Another mistake by Anstey et al. (2007), probably shared by the majority of SPSS users, is their belief that the covariate by time term does not adjust the within-subject effect Time. This within-subject Time effect is the intercept β0 of the regression of change Y on group and covariates, and so it reflects the change for a person with value zero on all predictors. In ANOVA without covariates this is no problem because SPSS recodes a binary group factor from its original (0,1) coding into (−0.5,+0.5) coding, or a rescaled version like (−1,+1) or (−0.7,+0.7). As a result, β0 is the outcome of a person halfway between both groups, that is, a “grand mean.” But covariates like age and baseline visual acuity enter the ANOVA in their original form, and so β0 is the expected change for a person with zero age and zero visual acuity. This is not what researchers believe the Time effect to be. The solution is simple: center covariates before the analysis, that is, subtract the sample mean of age from each individual age, and likewise for baseline visual acuity. Centered covariates have a mean of zero so that β0 is a grand mean, here the grand mean of change, which is what researchers mean by the Time effect. To further confuse, whereas SPSS does not center covariates in its significance test tables, it does so in its marginal means and pairwise comparison tables. It can then happen that a within-subject effect is far from significant in the tests table but highly significant in the pairwise comparison table (or vice versa). The latter table should be chosen. This may be of importance to Anstey et al.'s (2006) statement that “Although there were no significant main effects for time, there did appear to be an improvement in means …” (p. 638). Perhaps the authors looked in the wrong table for testing the Time effect (but from their report we cannot tell).

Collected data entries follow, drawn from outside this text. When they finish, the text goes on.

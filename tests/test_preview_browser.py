"""The HTML preview report in a real browser: Debian's Chromium, headless, driven over the
DevTools protocol (a websocket on 127.0.0.1). The page must load without console errors,
uncaught exceptions or failed loads, and every plot must have rendered: a non-empty box whose
screenshot holds the plot's drawing colours.

Chromium comes from ``deploy/install-chromium.sh`` (CI runs it); without it this test fails and
says so rather than skipping.
"""

from __future__ import annotations

import base64
import json
import shutil
import struct
import subprocess
import tempfile
import time
import zlib
from collections.abc import Iterator
from pathlib import Path
from typing import Any

import numpy as np
import pytest
from capture_rows import write_capture
from websockets.sync.client import ClientConnection, connect

from service.preview.page import MODEL_COLOUR, PALETTE, render
from service.preview.replay import parse_sweep, preview_capture
from service.registry import load_registry
from service.shards import read_shard

ROOT = Path(__file__).resolve().parents[1]
START_SECONDS = 30
STEP_SECONDS = 20
# A plot counts as drawn when at least this many pixels of its crop are near one of the
# report's series colours (a 560 x 300 plot with a few lines or bars has thousands).
MIN_DRAWN_PIXELS = 150


def chromium_binary() -> str:
    for name in ("chromium", "chromium-browser"):
        found = shutil.which(name)
        if found:
            return found
    pytest.fail(
        "chromium is not installed: run `bash deploy/install-chromium.sh` (Debian's chromium "
        "package, apt-get install -y --no-install-recommends chromium)"
    )


@pytest.fixture
def browser(tmp_path: Path) -> Iterator[str]:
    """A headless Chromium with DevTools on a free loopback port; its page's websocket URL."""
    profile = Path(tempfile.mkdtemp(prefix="keepset-chromium-", dir=tmp_path))
    process = subprocess.Popen(
        [
            chromium_binary(),
            "--headless",
            "--no-sandbox",  # tests run as root in CI containers
            "--disable-gpu",
            "--no-first-run",
            "--disable-extensions",
            "--disable-background-networking",
            "--remote-debugging-address=127.0.0.1",
            "--remote-debugging-port=0",
            f"--user-data-dir={profile}",
            "about:blank",
        ],
        stdout=subprocess.DEVNULL,
        stderr=subprocess.DEVNULL,
    )
    try:
        port = _devtools_port(profile, process)
        yield _page_socket(port)
    finally:
        process.terminate()
        try:
            process.wait(timeout=10)
        except subprocess.TimeoutExpired:
            process.kill()
            process.wait(timeout=10)


def _devtools_port(profile: Path, process: subprocess.Popen[bytes]) -> int:
    """Chromium writes the port it chose to DevToolsActivePort in its profile folder."""
    deadline = time.monotonic() + START_SECONDS
    marker = profile / "DevToolsActivePort"
    while time.monotonic() < deadline:
        if process.poll() is not None:
            pytest.fail(f"chromium exited with code {process.returncode} before DevTools opened")
        if marker.exists():
            lines = marker.read_text().splitlines()
            if lines and lines[0].isdigit():
                return int(lines[0])
        time.sleep(0.05)
    pytest.fail(f"chromium opened no DevTools port within {START_SECONDS} s")


def _page_socket(port: int) -> str:
    import httpx

    deadline = time.monotonic() + START_SECONDS
    while time.monotonic() < deadline:
        try:
            targets = httpx.get(f"http://127.0.0.1:{port}/json/list", timeout=5).json()
        except httpx.HTTPError:
            targets = []
        pages = [t for t in targets if t.get("type") == "page"]
        if pages:
            return str(pages[0]["webSocketDebuggerUrl"])
        time.sleep(0.1)
    pytest.fail("chromium listed no page target")


class DevTools:
    """Commands over one page's websocket, keeping every event that arrives meanwhile."""

    def __init__(self, ws: ClientConnection) -> None:
        self.ws = ws
        self.events: list[dict[str, Any]] = []
        self.next_id = 0

    def send(self, method: str, **params: Any) -> dict[str, Any]:
        self.next_id += 1
        self.ws.send(json.dumps({"id": self.next_id, "method": method, "params": params}))
        deadline = time.monotonic() + STEP_SECONDS
        while True:
            message = json.loads(self.ws.recv(timeout=max(deadline - time.monotonic(), 0.01)))
            if message.get("id") == self.next_id:
                assert "error" not in message, message
                result: dict[str, Any] = message["result"]
                return result
            self.events.append(message)

    def wait_for(self, method: str) -> dict[str, Any]:
        for event in self.events:
            if event.get("method") == method:
                return event
        deadline = time.monotonic() + STEP_SECONDS
        while True:
            message = json.loads(self.ws.recv(timeout=max(deadline - time.monotonic(), 0.01)))
            self.events.append(message)
            if message.get("method") == method:
                return message


def decode_png(data: bytes) -> np.ndarray:
    """An 8-bit RGB or RGBA, non-interlaced PNG (what Chromium writes) as uint8 [H, W, C]."""
    assert data[:8] == b"\x89PNG\r\n\x1a\n", "not a PNG"
    at, idat, header = 8, b"", None
    while at < len(data):
        (length,) = struct.unpack(">I", data[at : at + 4])
        kind, body = data[at + 4 : at + 8], data[at + 8 : at + 8 + length]
        at += 12 + length
        if kind == b"IHDR":
            header = struct.unpack(">IIBBBBB", body)
        elif kind == b"IDAT":
            idat += body
    assert header is not None
    width, height, depth, colour_type, _, _, interlace = header
    assert depth == 8 and colour_type in (2, 6) and interlace == 0, header
    channels = 3 if colour_type == 2 else 4
    raw = zlib.decompress(idat)
    stride = width * channels
    out = np.zeros((height, stride), np.uint8)
    prev = np.zeros(stride, np.int32)
    for y in range(height):
        kind = raw[y * (stride + 1)]
        line = np.frombuffer(raw, np.uint8, stride, y * (stride + 1) + 1).astype(np.int32)
        row = _unfilter(kind, line, prev, channels)
        out[y] = row
        prev = row.astype(np.int32)
    return out.reshape(height, width, channels)


def _unfilter(kind: int, line: np.ndarray, prev: np.ndarray, bpp: int) -> np.ndarray:
    if kind == 0:
        return line % 256
    if kind == 2:
        return (line + prev) % 256
    if kind == 1:  # each byte adds the reconstructed byte bpp to its left: a running sum
        return line.reshape(-1, bpp).cumsum(axis=0).reshape(-1) % 256
    row = np.zeros_like(line)
    for x in range(line.size):  # average and Paeth depend on the byte just reconstructed
        a = int(row[x - bpp]) if x >= bpp else 0
        b = int(prev[x])
        if kind == 3:
            row[x] = (line[x] + (a + b) // 2) % 256
        else:
            c = int(prev[x - bpp]) if x >= bpp else 0
            p = a + b - c
            pa, pb, pc = abs(p - a), abs(p - b), abs(p - c)
            pred = a if pa <= pb and pa <= pc else (b if pb <= pc else c)
            row[x] = (line[x] + pred) % 256
    return row


def _rgb(hex_colour: str) -> tuple[int, int, int]:
    return tuple(int(hex_colour[i : i + 2], 16) for i in (1, 3, 5))  # type: ignore[return-value]


def drawn_pixels(image: np.ndarray, colours: list[str]) -> dict[str, int]:
    """Pixels within a small distance of each colour (anti-aliasing shifts edges only)."""
    rgb = image[:, :, :3].astype(np.int32)
    out = {}
    for c in colours:
        target = np.array(_rgb(c), np.int32)
        out[c] = int((np.abs(rgb - target).max(axis=2) <= 24).sum())
    return out


def test_decode_png_matches_a_known_image() -> None:
    # A 2 x 2 RGB image, rows filtered with Sub and Paeth; bytes built by hand per RFC 2083.
    pixels = [[(10, 20, 30), (40, 50, 60)], [(70, 80, 90), (100, 110, 120)]]
    sub = bytes([1, 10, 20, 30, 30, 30, 30])
    # Paeth, row 2: x0 predicts from b = above (10, 20, 30); x1 from a, b, c per channel.
    second = [70 - 10, 80 - 20, 90 - 30]
    for ch in range(3):
        a, b, c = pixels[1][0][ch], pixels[0][1][ch], pixels[0][0][ch]
        p = a + b - c
        pred = (
            a
            if abs(p - a) <= abs(p - b) and abs(p - a) <= abs(p - c)
            else (b if abs(p - b) <= abs(p - c) else c)
        )
        second.append((pixels[1][1][ch] - pred) % 256)
    raw = sub + bytes([4, *second])

    def chunk(kind: bytes, body: bytes) -> bytes:
        crc = zlib.crc32(kind + body)
        return struct.pack(">I", len(body)) + kind + body + struct.pack(">I", crc)

    png = b"\x89PNG\r\n\x1a\n" + chunk(b"IHDR", struct.pack(">IIBBBBB", 2, 2, 8, 2, 0, 0, 0))
    png += chunk(b"IDAT", zlib.compress(raw)) + chunk(b"IEND", b"")
    np.testing.assert_array_equal(decode_png(png), np.array(pixels, np.uint8))


def test_report_renders_in_headless_chromium(tmp_path: Path, browser: str) -> None:
    snapshot = load_registry(ROOT / "policies")
    paths = write_capture(
        tmp_path / "cap",
        snapshot,
        [(("prompt-book", 3), "control"), (("prompt-book", 4), "candidate")],
        shards=2,
        requests=20,
        vocab=1024,
    )
    report = preview_capture(
        [read_shard(p) for p in paths],
        ["prompt-book@3", "prompt-book@4", "prompt-book@5"],
        snapshot,
        resamples=50,
        sweep=parse_sweep("temperature=0.5:1.1:0.1"),
    )
    page = tmp_path / "report.html"
    page.write_text(render(report), encoding="utf-8")

    with connect(browser, max_size=None, open_timeout=STEP_SECONDS) as ws:
        tools = DevTools(ws)
        for domain in ("Runtime", "Log", "Page", "Network"):
            tools.send(f"{domain}.enable")
        tools.send(
            "Emulation.setDeviceMetricsOverride",
            width=1300,
            height=900,
            deviceScaleFactor=1,
            mobile=False,
        )
        tools.send("Page.navigate", url=page.as_uri())
        tools.wait_for("Page.loadEventFired")
        boxes = tools.send(
            "Runtime.evaluate",
            expression="""JSON.stringify([...document.querySelectorAll('figure.plot')].map(f => ({
                id: f.id,
                svgs: [...f.querySelectorAll('svg')].map(s => {
                    const r = s.getBoundingClientRect();
                    return [r.x + window.scrollX, r.y + window.scrollY, r.width, r.height];
                })})))""",
            returnByValue=True,
        )
        figures = json.loads(boxes["result"]["value"])
        shots = {}
        for figure in figures:
            for i, (x, y, w, h) in enumerate(figure["svgs"]):
                assert w > 100 and h > 100, (figure["id"], w, h)
                shot = tools.send(
                    "Page.captureScreenshot",
                    format="png",
                    captureBeyondViewport=True,
                    clip={"x": x, "y": y, "width": w, "height": h, "scale": 1},
                )
                shots[f"{figure['id']}/{i}"] = decode_png(base64.b64decode(shot["data"]))
        tools.send("Runtime.evaluate", expression="1")  # drain events that arrived meanwhile

    problems = []
    for event in tools.events:
        method, params = event.get("method"), event.get("params", {})
        if method == "Runtime.exceptionThrown":
            problems.append(params["exceptionDetails"])
        elif method == "Runtime.consoleAPICalled" and params.get("type") in ("error", "assert"):
            problems.append(params)
        elif method == "Log.entryAdded" and params["entry"]["level"] == "error":
            problems.append(params["entry"])
        elif method == "Network.loadingFailed":
            problems.append(params)
    assert problems == []

    assert [f["id"] for f in figures] == ["plot-kept", "plot-entropy", "plot-sweep"]
    versions = len(report.versions)
    expected = {
        # one bar colour per version
        "plot-kept/0": list(PALETTE[:versions]),
        # the model's dashed curve and one curve per version
        "plot-entropy/0": [MODEL_COLOUR, *PALETTE[:versions]],
        # kept median and mean; entropy after policy
        "plot-sweep/0": list(PALETTE[:2]),
        "plot-sweep/1": list(PALETTE[:1]),
    }
    assert set(shots) == set(expected)
    for key, colours in expected.items():
        counts = drawn_pixels(shots[key], colours)
        assert all(n >= MIN_DRAWN_PIXELS for n in counts.values()), (key, counts)
        background = (shots[key][:, :, :3] == 255).all(axis=2).mean()
        assert background < 0.97, (key, background)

Finally, 11 of all 56 patients dropped out, of which 8 in the control group, and only the 45 complete cases were included into the effect analysis. As Anstey et al. (2006) say, this “… may have resulted in higher functioning or more motivated participants being retained in the control group compared with the intervention group” (p. 638). This might perhaps explain (a) the group difference in baseline visual acuity and (b) the aversive treatment effect on face recognition. A good method for handling dropout is to include all available data of dropouts into the analysis. This is not possible with the GLM procedure in SPSS which uses listwise deletion. But it is possible with mixed regression in SPSS, which can be set up such that it either runs ANOVA of change or ANCOVA, always including dropouts. For details, see Little (1995) and Van Breukelen (2006).